For the material below, please count the lines containing "coupling". Reply with the count alone.

* * *

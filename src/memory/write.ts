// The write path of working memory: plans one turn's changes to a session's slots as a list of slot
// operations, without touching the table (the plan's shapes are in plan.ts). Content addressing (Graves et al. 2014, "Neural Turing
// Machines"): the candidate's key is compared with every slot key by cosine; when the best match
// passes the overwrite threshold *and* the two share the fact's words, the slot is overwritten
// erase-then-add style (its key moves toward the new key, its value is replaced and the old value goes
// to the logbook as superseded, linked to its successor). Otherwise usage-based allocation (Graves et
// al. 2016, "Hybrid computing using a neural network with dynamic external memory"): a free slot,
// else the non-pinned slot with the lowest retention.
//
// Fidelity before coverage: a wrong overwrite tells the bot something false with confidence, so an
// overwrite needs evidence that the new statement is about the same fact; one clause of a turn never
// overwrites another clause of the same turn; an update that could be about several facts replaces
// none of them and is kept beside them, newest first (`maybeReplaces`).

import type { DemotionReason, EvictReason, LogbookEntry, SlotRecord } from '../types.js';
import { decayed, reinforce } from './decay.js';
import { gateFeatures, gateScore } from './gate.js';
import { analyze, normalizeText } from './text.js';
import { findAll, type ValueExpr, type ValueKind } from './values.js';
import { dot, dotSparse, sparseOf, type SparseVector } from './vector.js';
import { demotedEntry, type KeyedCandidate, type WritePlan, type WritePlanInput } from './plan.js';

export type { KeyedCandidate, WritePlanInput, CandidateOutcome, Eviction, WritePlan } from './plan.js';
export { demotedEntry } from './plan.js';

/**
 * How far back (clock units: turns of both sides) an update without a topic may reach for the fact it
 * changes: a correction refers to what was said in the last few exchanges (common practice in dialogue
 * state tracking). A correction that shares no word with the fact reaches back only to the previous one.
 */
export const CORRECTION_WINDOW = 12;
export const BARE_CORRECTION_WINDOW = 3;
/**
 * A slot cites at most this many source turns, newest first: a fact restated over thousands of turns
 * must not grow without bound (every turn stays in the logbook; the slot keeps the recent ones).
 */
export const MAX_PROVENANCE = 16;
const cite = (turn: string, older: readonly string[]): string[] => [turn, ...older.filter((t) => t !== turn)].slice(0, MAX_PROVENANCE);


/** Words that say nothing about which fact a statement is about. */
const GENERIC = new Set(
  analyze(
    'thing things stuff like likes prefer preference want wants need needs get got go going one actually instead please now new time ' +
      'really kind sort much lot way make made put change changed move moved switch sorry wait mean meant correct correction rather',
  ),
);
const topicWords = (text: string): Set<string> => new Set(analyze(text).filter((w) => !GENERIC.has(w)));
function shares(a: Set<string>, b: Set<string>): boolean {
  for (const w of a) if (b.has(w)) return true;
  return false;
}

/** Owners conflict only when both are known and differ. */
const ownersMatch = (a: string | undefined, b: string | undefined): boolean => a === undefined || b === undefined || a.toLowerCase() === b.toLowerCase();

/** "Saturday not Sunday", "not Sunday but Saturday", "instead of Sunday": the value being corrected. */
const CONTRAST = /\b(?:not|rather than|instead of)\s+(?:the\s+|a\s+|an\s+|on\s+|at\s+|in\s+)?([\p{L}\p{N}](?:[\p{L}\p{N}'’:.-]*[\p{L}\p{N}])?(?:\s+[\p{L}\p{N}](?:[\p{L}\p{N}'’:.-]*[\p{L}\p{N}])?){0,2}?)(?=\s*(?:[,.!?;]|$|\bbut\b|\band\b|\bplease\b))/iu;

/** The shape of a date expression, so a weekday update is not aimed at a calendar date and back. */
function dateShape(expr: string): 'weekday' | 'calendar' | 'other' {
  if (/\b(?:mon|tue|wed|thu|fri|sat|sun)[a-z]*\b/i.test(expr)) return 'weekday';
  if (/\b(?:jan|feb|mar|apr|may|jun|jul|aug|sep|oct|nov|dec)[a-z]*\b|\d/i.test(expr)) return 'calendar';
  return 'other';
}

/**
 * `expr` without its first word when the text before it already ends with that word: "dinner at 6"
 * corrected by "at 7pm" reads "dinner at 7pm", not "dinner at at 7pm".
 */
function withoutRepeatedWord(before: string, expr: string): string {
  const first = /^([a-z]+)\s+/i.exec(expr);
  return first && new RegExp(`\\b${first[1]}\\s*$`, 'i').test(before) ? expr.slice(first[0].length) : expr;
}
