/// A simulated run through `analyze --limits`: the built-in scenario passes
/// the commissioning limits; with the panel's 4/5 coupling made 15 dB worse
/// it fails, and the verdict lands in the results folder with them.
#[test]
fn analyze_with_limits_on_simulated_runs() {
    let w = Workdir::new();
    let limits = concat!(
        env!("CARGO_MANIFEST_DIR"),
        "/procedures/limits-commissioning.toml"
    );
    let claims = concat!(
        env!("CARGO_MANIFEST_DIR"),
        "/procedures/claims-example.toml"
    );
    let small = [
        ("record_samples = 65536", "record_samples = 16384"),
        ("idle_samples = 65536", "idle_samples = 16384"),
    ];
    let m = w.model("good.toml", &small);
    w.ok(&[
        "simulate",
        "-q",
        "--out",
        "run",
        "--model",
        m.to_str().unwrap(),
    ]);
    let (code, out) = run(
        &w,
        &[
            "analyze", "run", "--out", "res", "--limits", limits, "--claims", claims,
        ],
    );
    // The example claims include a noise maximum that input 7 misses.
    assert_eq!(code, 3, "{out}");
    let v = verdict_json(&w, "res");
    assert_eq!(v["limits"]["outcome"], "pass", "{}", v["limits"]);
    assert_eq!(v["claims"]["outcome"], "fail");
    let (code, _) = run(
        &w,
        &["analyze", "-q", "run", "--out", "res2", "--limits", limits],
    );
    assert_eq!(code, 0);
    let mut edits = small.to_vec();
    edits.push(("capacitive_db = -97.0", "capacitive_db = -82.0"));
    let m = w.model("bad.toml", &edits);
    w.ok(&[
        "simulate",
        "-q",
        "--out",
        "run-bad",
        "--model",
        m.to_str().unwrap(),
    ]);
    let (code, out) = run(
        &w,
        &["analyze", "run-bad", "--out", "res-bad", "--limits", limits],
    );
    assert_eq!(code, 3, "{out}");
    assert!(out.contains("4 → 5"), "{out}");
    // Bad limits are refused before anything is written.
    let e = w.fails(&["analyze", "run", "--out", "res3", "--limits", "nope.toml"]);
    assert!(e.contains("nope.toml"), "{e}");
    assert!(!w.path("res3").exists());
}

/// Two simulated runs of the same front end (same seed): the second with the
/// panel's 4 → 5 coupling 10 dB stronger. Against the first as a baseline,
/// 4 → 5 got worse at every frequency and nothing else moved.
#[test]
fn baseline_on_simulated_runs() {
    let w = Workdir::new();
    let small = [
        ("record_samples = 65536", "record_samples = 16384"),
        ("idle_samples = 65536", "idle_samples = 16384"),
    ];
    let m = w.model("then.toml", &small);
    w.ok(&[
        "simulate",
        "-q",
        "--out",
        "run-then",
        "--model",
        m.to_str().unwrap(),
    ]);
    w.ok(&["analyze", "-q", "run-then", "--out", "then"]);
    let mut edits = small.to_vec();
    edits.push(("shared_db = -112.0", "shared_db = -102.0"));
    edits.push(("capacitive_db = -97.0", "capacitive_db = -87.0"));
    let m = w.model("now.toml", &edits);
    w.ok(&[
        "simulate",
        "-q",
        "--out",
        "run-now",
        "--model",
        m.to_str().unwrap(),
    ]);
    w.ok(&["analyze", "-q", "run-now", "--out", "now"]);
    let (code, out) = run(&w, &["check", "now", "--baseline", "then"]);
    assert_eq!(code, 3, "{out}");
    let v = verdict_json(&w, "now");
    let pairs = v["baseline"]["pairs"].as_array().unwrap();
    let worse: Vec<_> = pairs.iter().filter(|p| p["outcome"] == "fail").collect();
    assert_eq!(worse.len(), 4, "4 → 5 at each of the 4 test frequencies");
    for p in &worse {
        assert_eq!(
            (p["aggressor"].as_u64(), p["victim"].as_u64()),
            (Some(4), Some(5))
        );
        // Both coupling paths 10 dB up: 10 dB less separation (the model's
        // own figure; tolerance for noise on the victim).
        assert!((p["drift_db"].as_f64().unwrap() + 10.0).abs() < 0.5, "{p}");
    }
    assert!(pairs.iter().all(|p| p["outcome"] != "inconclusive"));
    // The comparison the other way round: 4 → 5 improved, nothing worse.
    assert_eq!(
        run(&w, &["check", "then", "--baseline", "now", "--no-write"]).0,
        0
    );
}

* * *

## [Written response]
3